Hippie Shit Is Counter Revolutionary

iwilltrytobereasonable:

thepeacockangel:

iwilltrytobereasonable:

thepeacockangel:

I grew up in a liberal wannabe leftist bubble in Western Massachusetts.  Middle class women wore no makeup makeup and were virtuous in jeans and polar fleece.  People went hiking.  People recycled and didn’t eat meat.  I had to read a People’s History of the United States at my hippie dippie unschooling program, but I remember mostly a sense that if I wanted to be virtuous I shouldn’t buy clothes or makeup or shave my legs, if I wanted to be virtuous I shouldn’t consume, if I wanted to be virtuous I shouldn’t be like the bad (read: poor) girls who highlighted their hair, and wore orange foundation and ice blue eyeshadow.  The revolution would not be televised because good earth loving bourgeois types don’t own televisions, and it wouldn’t be a revolution per say, because one had to be committed to nonviolence.  To me this co-opting of revolution by smug men who eat organic and wear sweaters is the most insidious anti-communist tactic of all, when they take the most liberal words of the most liberal of “radical leftist” thinkers, and create the perception that that is what leftist, what anti-capitalism looks like, while holding themselves above us, we unvirtuous, we consumerist, we high fructose corn syrup swilling proles, they are the most effective anti-communist propaganda possible.  They tell us their for us unattainable and unappealing to all but acetic bourgeois method of revolution, while capitalism offers us what only communism can deliver, pleasure, material plenty, comfort, if only we devote ourselves to it.

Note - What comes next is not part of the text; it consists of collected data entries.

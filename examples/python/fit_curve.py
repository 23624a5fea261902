#!/usr/bin/python3
"""Fit the demo plant's cell model to a measured polarization curve.

A test bench measured the cell voltage of one of the demo plant's stacks (examples/demo-plant.json,
an invented scenario) at three temperatures. The measured curve here is INVENTED for the demo: the
model itself with a slower anode, a higher contact resistance and 2 mV of random scatter stands in
for the bench. The script writes it as a data file in the format `elyblock fit` reads (units in
the header), reads it back with pandas, fits the anode's exchange current density, its transfer
coefficient and the contact resistance, and writes:

- bench.csv: the measured curve (invented), as the command line takes it:
  `elyblock fit examples/demo-plant.json bench.csv --free anode_exchange_current_density,...`
- fitted-plant.json: the calibrated plant description;
- fit.png / fit.svg: the measured points, the fitted curves and the residuals.

    /usr/bin/python3 examples/python/fit_curve.py [--output-dir DIR] [--scatter-mV 2] [--seed 7]

(with the package installed: see the README's Python section).
"""
import argparse
import pathlib

import numpy as np
import pandas as pd

import elyblock
from elyblock import plots

HERE = pathlib.Path(__file__).resolve().parent
DEMO_PLANT = HERE.parent / "demo-plant.json"

FREE = ["anode_exchange_current_density", "anode_transfer_coefficient_forward", "contact_resistance"]
# The invented "bench" stack: how it differs from the demo plant's description (factors on the
# description's values; invented for the demo).
BENCH_FACTORS = {"anode_exchange_current_density": 0.4, "anode_transfer_coefficient_forward": 1.08,
                 "contact_resistance": 1.35}
TEMPERATURES_DEGC = [55.0, 65.0, 75.0]           # bench temperatures (invented)
CURRENT_DENSITIES = np.linspace(0.1, 2.2, 12)    # A/cm2 (invented)
KELVIN = 273.15


def bench_curve(plant, scatter_volts, seed):
    """The invented measured curve: a copy of the plant with the bench factors, solved at the bench
    points in one batch, plus normally distributed scatter. Returns a DataFrame with the column
    names of a data file (units in brackets)."""
    bench = elyblock.Block(plant)
    for key, factor in BENCH_FACTORS.items():
        bench[f"param.cell.{key}"] = factor * bench[f"param.cell.{key}"]
    j = np.tile(CURRENT_DENSITIES, len(TEMPERATURES_DEGC))
    t = np.repeat(TEMPERATURES_DEGC, len(CURRENT_DENSITIES))
    volts = bench.batch({"in.current_density": j * 1e4, "in.temperature": t + KELVIN}, ["cell.voltage"],
                        spec="current_density")["cell.voltage"]
    volts = volts + np.random.default_rng(seed).normal(0.0, scatter_volts, volts.size)
    return pd.DataFrame({"in.current_density [A/cm2]": j, "in.temperature [degC]": t,
                         "cell.voltage [mV]": np.round(volts * 1e3, 2)})


def write_data_file(frame, path):
    with open(path, "w", encoding="utf-8") as f:
        f.write("# Polarization curve of one stack on a test bench: INVENTED for the demo (the model with\n")
        f.write("# changed parameters and random scatter), in the data format of `elyblock fit`.\n")
        frame.to_csv(f, index=False)


def main():
    parser = argparse.ArgumentParser(description=__doc__.splitlines()[0])
    parser.add_argument("--output-dir", type=pathlib.Path, default=pathlib.Path("."))
    parser.add_argument("--scatter-mV", type=float, default=2.0, help="scatter of the invented bench data")
    parser.add_argument("--seed", type=int, default=7)
    args = parser.parse_args()
    out = args.output_dir
    out.mkdir(parents=True, exist_ok=True)

    write_data_file(bench_curve(DEMO_PLANT, args.scatter_mV * 1e-3, args.seed), out / "bench.csv")
    measured = pd.read_csv(out / "bench.csv", comment="#")  # the units in the column names come along

    block = elyblock.Block(DEMO_PLANT)
    block.set_spec("current_density")
    start = {name: block[f"param.cell.{name}"] for name in FREE}
    result = block.fit(measured, FREE, progress=False)

    table = result.parameters
    table["bench (invented)"] = [start[n] * BENCH_FACTORS[n] for n in FREE]
    print(table[["start", "value", "standard_error", "low_95", "high_95", "unit", "bench (invented)"]]
          .to_string(float_format="{:.4g}".format))
    print(f"RMSE of the cell voltage: {result.rmse['cell.voltage'] * 1e3:.2f} mV over {result.data.points} points "
          f"({result.iterations} iterations)")
    for warning in result.warnings:
        print(f"warning: {warning}")
    correlation = pd.DataFrame(result.correlation, index=FREE, columns=FREE)
    print("correlation of the estimates:")
    print(correlation.round(3).to_string())

    result.save_plant(out / "fitted-plant.json")
    plots.save(plots.fit(result), out / "fit")
    print(f"wrote {out / 'bench.csv'}, {out / 'fitted-plant.json'}, {out / 'fit.png'} and {out / 'fit.svg'}")


if __name__ == "__main__":
    main()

It is the most effective anti-revolutionary scam imaginable, a keep out sign on theory and history that belongs to us, those with too big hair and too much makeup, we eaters of processed foods, we consumers of “environmentally unsound” beauty products.  How intellectually starved and morally bankrupt must one be to fail to see the contradiction, how can a man in his polar fleece vest, with his activist tourism vacations and his free range children be, to fail to see that the legacy of Haymarket belongs to us and not him.  How can he fail to see that his attempt to lead and teach the “underprivileged” is a bourgeois imposition, that his consumer activism, and children’s biodegradable wooden toys are part of the problem, and that the girl in hoop earrings with bright highlights is the solution?

I’d rephrase to hipster shit, personally, but sure. Still, there is a middle ground to find.

The key thing maybe is to chuck the all or nothing thinking. I am not either consumerist or idealist, I am a person with basic needs to meet that include some comfort, including the comfort of knowing I have earned some of it myself.

You have to have some experience of plenty and some experience of poverty to appreciate having enough, and then you have to not be afraid of losing everything – which particular fear is at the core of the popular experience of capitalism.

Enough is not a sexy ideal, sufficiency is a hard sell. And seeing your neighbor’s safety as your own requires a communal culture. The real failing of massive efforts at communism is scale, that caring is hard to build into a bureaucracy, hard to rely on in any group larger than 1,000 people. And so we form cliques, self-stereotyped groups of imagined greater virtue.

But it’s not us or them. We are people with basic needs that include comfort. Ease. Acheivement. Earned success. Safety.

I’ve experienced both, the bougie ass fleece jacket folks are still smug privileged fucks

I think you misread me. I intended to say that the “bougie ass fleece jacket folks” and all such groups were the ones with the all or nothing attitude.